▸ **What you will do**
Restate exactly the lines from the top of the listing below to the line containing "the constructors describes"; the remaining lines are not wanted.

▸ **Information supplied**

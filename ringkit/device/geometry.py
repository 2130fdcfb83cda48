"""Ring geometries in SI units: circular, rectangular and one-dimensional (chain) rings.

API
---
RingGeometry
    Frozen dataclass with constructors ``circular``, ``from_mean_radius``, ``rectangular``,
    ``chain``; vectorised shape predicates used by the lattice builder.
LeadSpec
    One lead: attachment angle (rad) and strip width (m). ``leads=[...]`` (2 to 4 specs) in
    the constructors describes multi-terminal rings (docs/multiterminal.md).

Conventions
-----------
* The ring is centred at the origin; x points from the left (source, lead 0) to the right
  (drain, lead 1) lead; both leads are horizontal strips running along -x and +x.
* Leads 2 and 3 (``extra_leads``, optional) are horizontal strips too, running along -x from
  an attachment on the left half of the ring or along +x from the right half (never
  vertical: the uniform-field gauge A = (-By, 0) is exact only for field-free leads along x,
  docs/multiterminal.md "Gauge"). Strips on the same side must not overlap.
* ``lead_angles = (left, right)`` are the polar angles (rad) of the attachment points on the
  centre line; left in (pi/2, 3pi/2), right in (-pi/2, pi/2). The *upper* arm is the part
  of the ring swept counter-clockwise from the right to the left attachment angle, the *lower*
  arm the rest; unequal angles give arms of unequal length.
* Circular ring: both arms share the centre line ``r_m = (r_in + r_out)/2``; an arm of width w
  covers ``|r - r_m| <= w/2``; ``r_in``/``r_out`` are the envelope radii (``r_out - r_in`` is
  the widest arm).
* Rectangular ring: outer box ``length x height``; vertical bars of width ``side_width``, top
  bar ``width_upper``, bottom bar ``width_lower``; ``r_in``/``r_out`` are the radii of circles
  with the hole area and the outer area (so ``pi r_in^2 .. pi r_out^2`` brackets the h/e band).
* Chain: a single-channel ring of sites on a circle of radius ``r_in = r_out``.
"""

from __future__ import annotations

import dataclasses
import math
from collections.abc import Sequence
from dataclasses import dataclass
from typing import Any, Literal

import numpy as np

from ringkit._validation import ParameterError, check_choice, check_positive
from ringkit.device._leads import (
    MAX_LEADS,
    LeadSpec,
    check_distinct_chain_leads,
    check_lead_overlap,
    checked_extra_leads,
    lead_param_names,
    lead_side,
    norm_left,
    norm_right,
    split_leads,
)
from ringkit.device._leads import lead_outlines as _lead_outlines

__all__ = ["RingGeometry", "LeadSpec", "SHAPES", "MAX_LEADS"]

SHAPES: tuple[str, ...] = ("circular", "rectangular", "chain")
_TWO_PI = 2.0 * math.pi


def _attachment_angles(geo: RingGeometry) -> np.ndarray:
    """Lead attachment angles mapped to [0, 2 pi)."""
    return np.mod(np.asarray(geo.lead_angles, float), _TWO_PI)
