import type { Sequelize } from 'sequelize'
import { afterAll, beforeAll, describe, expect, it } from 'vitest'
import { createSequelize } from '#server/db/connection'
import { Organisation } from '#server/db/models'
import { findPublishedVersion } from '#server/db/repositories/knowledge'
import { copyVersionAsDraft, publishVersionRow } from '#server/db/repositories/knowledge-drafts'
import { ApiClient, DEMO, signedIn } from '../helpers'

interface Version { id: number; status: string; basedOnId: number | null; reviewedBy: string | null; reviewComment: string | null; publishedBy: string | null; submittedBy: string | null; revision: number }
interface Finding { finding: any; examples: unknown[]; lockVersion: number }

const versions = async (c: ApiClient) => (await c.get<Version[]>('/api/knowledge-base/versions')).body
const publishedOf = async (c: ApiClient) => (await versions(c)).find((v) => v.status === 'published')!

describe('authoring a draft: edit, review by someone else, publish, roll back', () => {
  it('goes from a copy of the published version to published and back, with every step in the audit log', { timeout: 90_000 }, async () => {
    const engineer = await signedIn(DEMO.engineer)
    const admin = await signedIn(DEMO.admin)
    const original = await publishedOf(engineer)

    const created = await engineer.post<Version>('/api/knowledge-base/versions', { label: 'Tighter superheat bands' })
    expect(created.status).toBe(201)
    expect(created.body).toMatchObject({ status: 'draft', basedOnId: original.id })
    const draftId = created.body.id

    const content = (await engineer.get<{ findings: Finding[] }>(`/api/knowledge-base/versions/${draftId}/content`)).body
    const item = content.findings.find((f) => f.finding.name === 'pull-down-stalled')!
    expect(item.lockVersion).toBe(0)
    const name = item.finding.name as string
    const edited = structuredClone(item.finding)
    edited.event.params.likelihoods.other = 0.31
    const saved = await engineer.put(`/api/knowledge-base/versions/${draftId}/findings/${name}`, { lockVersion: 0, finding: edited, examples: [] })
    expect(saved.status, JSON.stringify(saved.body)).toBe(200)
    expect(saved.body).toEqual({ lockVersion: 1 })

    // Someone who opened the finding before that edit is refused, not silently overwritten.
    const stale = await admin.put(`/api/knowledge-base/versions/${draftId}/findings/${name}`, { lockVersion: 0, finding: item.finding, examples: [] })
    expect(stale.status).toBe(409)

    // An invalid finding is refused with the field named; nothing changes.
    const broken = structuredClone(edited)
    broken.event.params.likelihoods.healthy = 2
    const refused = await engineer.put(`/api/knowledge-base/versions/${draftId}/findings/${name}`, { lockVersion: 1, finding: broken, examples: [] })
    expect(refused.status).toBe(400)
    expect(Object.keys(refused.body.data.fieldErrors)).toContain('finding.event.params.likelihoods.healthy')
    const unknownFact = structuredClone(edited)
    unknownFact.conditions = { all: [{ fact: 'cabinetWarmth', operator: 'greaterThan', value: 3 }] }
    const refusedFact = await engineer.put(`/api/knowledge-base/versions/${draftId}/findings/${name}`, { lockVersion: 1, finding: unknownFact, examples: [] })
    expect(refusedFact.status).toBe(400)
    expect(refusedFact.body.data.fieldErrors['finding.conditions'].join()).toMatch(/unknown fact "cabinetWarmth"/)

    // Only engineers and admins edit.
    for (const who of [DEMO.tech, DEMO.trainer]) {
      expect((await (await signedIn(who)).put(`/api/knowledge-base/versions/${draftId}/findings/${name}`, { lockVersion: 1, finding: edited, examples: [] })).status).toBe(403)
    }

    const diff = (await engineer.get(`/api/knowledge-base/versions/${draftId}/diff`)).body
    expect(diff.against).toBe(original.id)
    expect(diff.items).toEqual([{ kind: 'finding', key: name, change: 'changed', fields: [{ path: 'event.params.likelihoods.other', before: item.finding.event.params.likelihoods.other, after: 0.31 }] }])
    expect(item.finding.event.params.likelihoods.other).not.toBe(0.31)

    // Worked examples are stored with the finding and checked, with the scenario suite, on demand.
    const examples = [{ title: 'Stalled pull-down', facts: { pulldownStalled: true }, expect: 'fires' }, { title: 'Nothing measured', facts: {}, expect: 'fires' }]
    expect((await engineer.put(`/api/knowledge-base/versions/${draftId}/findings/${name}`, { lockVersion: 1, finding: edited, examples })).body).toEqual({ lockVersion: 2 })
    const check = await engineer.post(`/api/knowledge-base/versions/${draftId}/check`)
    expect(check.status).toBe(200)
    expect(check.body.examples).toMatchObject({ total: 2, failed: [{ finding: name, title: 'Nothing measured', passed: false, problems: [expect.stringMatching(/lacks pulldownStalled/)] }] })
    expect(check.body.scenarios.total).toBeGreaterThan(90)
    expect(check.body.scenarios.top1).toBeGreaterThan(80)
    expect(check.body.passed).toBe(false)

    // Review: never by the author; a return needs comments and sends the draft back.
    expect((await engineer.post(`/api/knowledge-base/versions/${draftId}/submit`)).body).toMatchObject({ status: 'in-review', submittedBy: expect.any(String) })
    expect((await engineer.put(`/api/knowledge-base/versions/${draftId}/findings/${name}`, { lockVersion: 2, finding: edited, examples: [] })).status).toBe(422)
    expect((await engineer.post(`/api/knowledge-base/versions/${draftId}/review`, { decision: 'approve' })).status).toBe(403)
    expect((await engineer.post(`/api/knowledge-base/versions/${draftId}/publish`)).status).toBe(422)
    expect((await admin.post(`/api/knowledge-base/versions/${draftId}/review`, { decision: 'return' })).status).toBe(400)
    const returned = await admin.post<Version>(`/api/knowledge-base/versions/${draftId}/review`, { decision: 'return', comment: 'Say where 0.31 comes from.' })
    expect(returned.body).toMatchObject({ status: 'draft', reviewComment: 'Say where 0.31 comes from.' })
    await engineer.post(`/api/knowledge-base/versions/${draftId}/submit`)
    const approved = await admin.post<Version>(`/api/knowledge-base/versions/${draftId}/review`, { decision: 'approve', comment: 'Fine.' })
    expect(approved.body).toMatchObject({ status: 'in-review', reviewedBy: expect.any(String) })

    const published = await engineer.post<Version>(`/api/knowledge-base/versions/${draftId}/publish`)
    expect(published.status).toBe(200)
    expect(published.body).toMatchObject({ status: 'published', publishedBy: expect.any(String) })
    const after = await versions(engineer)
    expect(after.filter((v) => v.status === 'published').map((v) => v.id)).toEqual([draftId])
    expect(after.find((v) => v.id === original.id)!.status).toBe('retired')
    // Rankings record the version that made them.
    const unit = (await engineer.get('/api/units')).body[0]
    const opened = await engineer.post('/api/cases', { unitId: unit.id, complaint: 'Version check', symptoms: ['not-cooling'] })
    expect(opened.body.ranking.knowledgeBaseVersion).toMatchObject({ id: draftId, status: 'published' })

    // Rollback: the earlier version is published again; the draft is kept, retired.
    const rolledBack = await engineer.post<Version>(`/api/knowledge-base/versions/${original.id}/publish`)
    expect(rolledBack.body).toMatchObject({ id: original.id, status: 'published' })
    const finally_ = await versions(engineer)
    expect(finally_.find((v) => v.id === draftId)!.status).toBe('retired')
    expect((await engineer.post(`/api/knowledge-base/versions/${original.id}/publish`)).status).toBe(409)

    const audit = (await admin.get(`/api/knowledge-base/audit?versionId=${draftId}`)).body
    expect(audit.items.map((a: { action: string }) => a.action).reverse()).toEqual(['draft-created', 'finding-changed', 'finding-changed', 'submitted', 'returned', 'submitted', 'approved', 'published'])
    expect(audit.items.every((a: { by: string | null; at: string }) => a.by && a.at)).toBe(true)
    const all = (await engineer.get('/api/knowledge-base/audit')).body
    expect(all.items[0]).toMatchObject({ action: 'republished', versionId: original.id })
    expect((await (await signedIn(DEMO.tech)).get('/api/knowledge-base/audit')).status).toBe(403)
  })
})

describe('publishing in one transaction', () => {
  let sequelize: Sequelize
  beforeAll(() => {
    sequelize = createSequelize(process.env.DATABASE_URL!)
  })
  afterAll(() => sequelize.close())

  it('leaves the old version published when the transaction fails midway', async () => {
    const org = (await Organisation.findOne({ where: { slug: 'bluefen-demo' } }))!
    const before = (await findPublishedVersion(org.id))!
    const draftId = await sequelize.transaction((t) => copyVersionAsDraft(org.id, before.id, { label: 'atomic check', createdBy: null }, t))
    await expect(
      sequelize.transaction(async (t) => {
        await publishVersionRow(org.id, draftId, null, new Date(), t)
        // Inside the transaction the switch has happened...
        const [rows] = await sequelize.query(`SELECT id FROM kb_versions WHERE organisation_id = ${org.id} AND status = 'published'`, { transaction: t })
        expect((rows as { id: number }[]).map((r) => r.id)).toEqual([draftId])
        throw new Error('the disk filled up')
      }),
    ).rejects.toThrow('the disk filled up')
    // ...and after the failure nothing of it remains.
    expect((await findPublishedVersion(org.id))!.id).toBe(before.id)
    const [rows] = await sequelize.query(`SELECT status, published_at FROM kb_versions WHERE id = ${draftId}`)
    expect(rows).toEqual([{ status: 'draft', published_at: null }])
    const [stamps] = await sequelize.query(`SELECT published_kb_version_id AS id FROM organisation_cache_stamps WHERE organisation_id = ${org.id}`)
    expect((stamps as { id: number }[])[0]!.id).toBe(before.id)
  })
})
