// The one place that creates a Sequelize instance and registers every model and association.
// Used by the Nitro server (server/utils/db.ts) and by the migration/seed CLI (scripts/db.ts).
import pg from 'pg'
import { Sequelize, type QueryOptions } from 'sequelize'
import { initModels } from './models'
import { retryTransient, type RetryOptions } from './transient'

/**
 * True for a statement that only reads and runs on its own (not in a transaction): repeating it
 * after a dropped connection or a restart of the server can change nothing. Writes and statements
 * of a transaction are retried, where that is safe, by the code that owns them.
 */
export function isStandaloneRead(sql: unknown, options?: QueryOptions & { transaction?: unknown }): boolean {
  // A statement that asks Sequelize for a single try (retry.max 1), e.g. a health probe, gets one.
  if (options?.transaction || options?.retry?.max === 1) return false
  if (options?.type === 'SELECT') return true
  const text = typeof sql === 'string' ? sql : typeof (sql as { query?: unknown })?.query === 'string' ? (sql as { query: string }).query : ''
  return /^\s*SELECT\b/i.test(text)
}

/** Opens a Sequelize instance on `url` with every model registered; standalone reads retry passing failures. */
export function createSequelize(url: string, retry: RetryOptions = {}): Sequelize {
  // dialectModule: without it Nitro's tracer leaves `pg` out of the built server.
  const sequelize = new Sequelize(url, {
    dialect: 'postgres',
    dialectModule: pg,
    logging: false,
    pool: { max: 20, min: 0, idle: 10_000, acquire: 10_000 },
  })
  const query = sequelize.query.bind(sequelize) as (sql: unknown, options?: QueryOptions) => Promise<unknown>
  // Every model finder and raw query passes here.
  ;(sequelize as unknown as { query: typeof query }).query = (sql, options) =>
    isStandaloneRead(sql, options) ? retryTransient(() => query(sql, options), retry) : query(sql, options)
  initModels(sequelize)
  return sequelize
}
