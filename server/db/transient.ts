// Which database errors are passing ones (the server restarting, a dropped connection, a
// serialization failure or deadlock), and a bounded retry for work that is safe to repeat.
// Plain TypeScript: the errors are told apart by the codes PostgreSQL, node-postgres, Node's
// sockets and Sequelize put on them, so the module needs neither.

/** SQLSTATEs after which the same work, tried again a moment later, can succeed. */
const TRANSIENT_SQLSTATES = new Set([
  '40001', // serialization_failure: the transaction was rolled back
  '40P01', // deadlock_detected: the transaction was rolled back
  '57P01', // admin_shutdown: the server is stopping or restarting
  '57P02', // crash_shutdown
  '57P03', // cannot_connect_now: the server is starting up
  '53300', // too_many_connections
])
/** Class 08: connection exceptions. */
const CONNECTION_CLASS = '08'

/** Socket errors of a connection that could not be opened or was cut. */
const TRANSIENT_ERRNOS = new Set(['ECONNREFUSED', 'ECONNRESET', 'EPIPE', 'ETIMEDOUT', 'EHOSTUNREACH', 'ENETUNREACH', 'EAI_AGAIN', 'ENOTCONN'])

/** Sequelize's own connection error types (it wraps the driver's error in them). */
const TRANSIENT_NAMES = new Set([
  'SequelizeConnectionError', 'SequelizeConnectionRefusedError', 'SequelizeConnectionAcquireTimeoutError', 'SequelizeHostNotReachableError',
  'SequelizeConnectionTimedOutError',
])

/** node-postgres reports a connection cut mid-query with a plain Error and one of these messages. */
const TRANSIENT_MESSAGES = [/connection terminated/i, /server closed the connection unexpectedly/i, /terminating connection/i, /connection (?:is )?(?:closed|ended)/i]

/** Errors that certainly rolled back: the work did not happen and can be repeated as it is. */
const ROLLED_BACK_SQLSTATES = new Set(['40001', '40P01', '57P03', '53300'])

type ErrorLike = { code?: unknown; name?: unknown; message?: unknown; parent?: unknown; original?: unknown; cause?: unknown }

/** The error and the errors it wraps (Sequelize's parent/original, a cause), outermost first. */
function chain(error: unknown): ErrorLike[] {
  const seen: ErrorLike[] = []
  const queue: unknown[] = [error]
  while (queue.length && seen.length < 8) {
    const next = queue.shift()
    if (!next || typeof next !== 'object' || seen.includes(next as ErrorLike)) continue
    const e = next as ErrorLike
    seen.push(e)
    queue.push(e.parent, e.original, e.cause)
  }
  return seen
}

const codeOf = (e: ErrorLike) => (typeof e.code === 'string' ? e.code : undefined)

/** True when the error is a passing database failure that trying again may get past. */
export function isTransientDbError(error: unknown): boolean {
  return chain(error).some((e) => {
    const code = codeOf(e)
    if (code && (TRANSIENT_SQLSTATES.has(code) || (code.length === 5 && code.startsWith(CONNECTION_CLASS)) || TRANSIENT_ERRNOS.has(code))) return true
    if (typeof e.name === 'string' && TRANSIENT_NAMES.has(e.name)) return true
    return typeof e.message === 'string' && TRANSIENT_MESSAGES.some((m) => m.test(e.message as string))
  })
}

/**
 * True when the error is worth another try: a passing failure, but not a pool that stayed full for
 * its whole acquire timeout (the server is overloaded; waiting again would only add to the queue).
 */
export function isRetryableDbError(error: unknown): boolean {
  return isTransientDbError(error) && !chain(error).some((e) => e.name === 'SequelizeConnectionAcquireTimeoutError')
}

/**
 * True when the failed work certainly did not take effect: the server rolled it back (serialization
 * failure, deadlock) or no connection was ever made. A connection cut while a statement ran leaves
 * its outcome unknown, so this is false for it.
 */
export function certainlyNotApplied(error: unknown): boolean {
  return chain(error).some((e) => {
    const code = codeOf(e)
    if (code && (ROLLED_BACK_SQLSTATES.has(code) || code === 'ECONNREFUSED' || code === '08001' || code === '08004')) return true
    return e.name === 'SequelizeConnectionRefusedError' || e.name === 'SequelizeConnectionAcquireTimeoutError'
  })
}

export interface RetryOptions {
  /** Tries in all, the first included. */
  attempts?: number
  /** Wait before the second try; it doubles for each later one, up to `maxDelayMs`. */
  baseDelayMs?: number
  maxDelayMs?: number
  /** Which errors are worth another try (default: isRetryableDbError). */
  retryable?: (error: unknown) => boolean
  /** Told before each wait, e.g. to log it. */
  onRetry?: (error: unknown, attempt: number, delayMs: number) => void
  sleep?: (ms: number) => Promise<void>
  /** 0..1, for the jitter that spreads the retries of many requests (default Math.random). */
  random?: () => number
}

export const DEFAULT_RETRY = { attempts: 4, baseDelayMs: 100, maxDelayMs: 1_000 } as const

/** The wait before try `attempt + 1` (attempt counts from 0): doubling, capped, with ±25 % jitter. */
export function backoffDelay(attempt: number, baseDelayMs: number, maxDelayMs: number, random: () => number = Math.random): number {
  const plain = Math.min(maxDelayMs, baseDelayMs * 2 ** attempt)
  return Math.round(plain * (0.75 + random() * 0.5))
}

const defaultSleep = (ms: number) => new Promise<void>((resolve) => setTimeout(resolve, ms))

/**
 * Runs `work` and, when it fails with a retryable error, again after a growing wait, at most
 * `attempts` times in all; the last error is thrown as it is. `work` gets the try's index (0 first),
 * so a write can check before repeating whether its earlier try landed.
 */
export async function retryTransient<T>(work: (attempt: number) => Promise<T>, options: RetryOptions = {}): Promise<T> {
  const attempts = Math.max(1, options.attempts ?? DEFAULT_RETRY.attempts)
  const base = options.baseDelayMs ?? DEFAULT_RETRY.baseDelayMs
  const max = options.maxDelayMs ?? DEFAULT_RETRY.maxDelayMs
  const retryable = options.retryable ?? isRetryableDbError
  const sleep = options.sleep ?? defaultSleep
  for (let attempt = 0; ; attempt++) {
    try {
      return await work(attempt)
    } catch (error) {
      if (attempt + 1 >= attempts || !retryable(error)) throw error
      const delay = backoffDelay(attempt, base, max, options.random)
      options.onRetry?.(error, attempt, delay)
      await sleep(delay)
    }
  }
}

▸ **Response area**
filename ringkit/device/geometry.py
repository 2130fdcfb83cda48
"""Ring geometries in SI units: circular, rectangular and one-dimensional (chain) rings.

API
---
RingGeometry
    Frozen dataclass with constructors ``circular``, ``from_mean_radius``, ``rectangular``,
    ``chain``; vectorised shape predicates used by the lattice builder.
LeadSpec
    One lead: attachment angle (rad) and strip width (m). ``leads=[...]`` (2 to 4 specs) in
    the constructors describes multi-terminal rings (docs/multiterminal.md).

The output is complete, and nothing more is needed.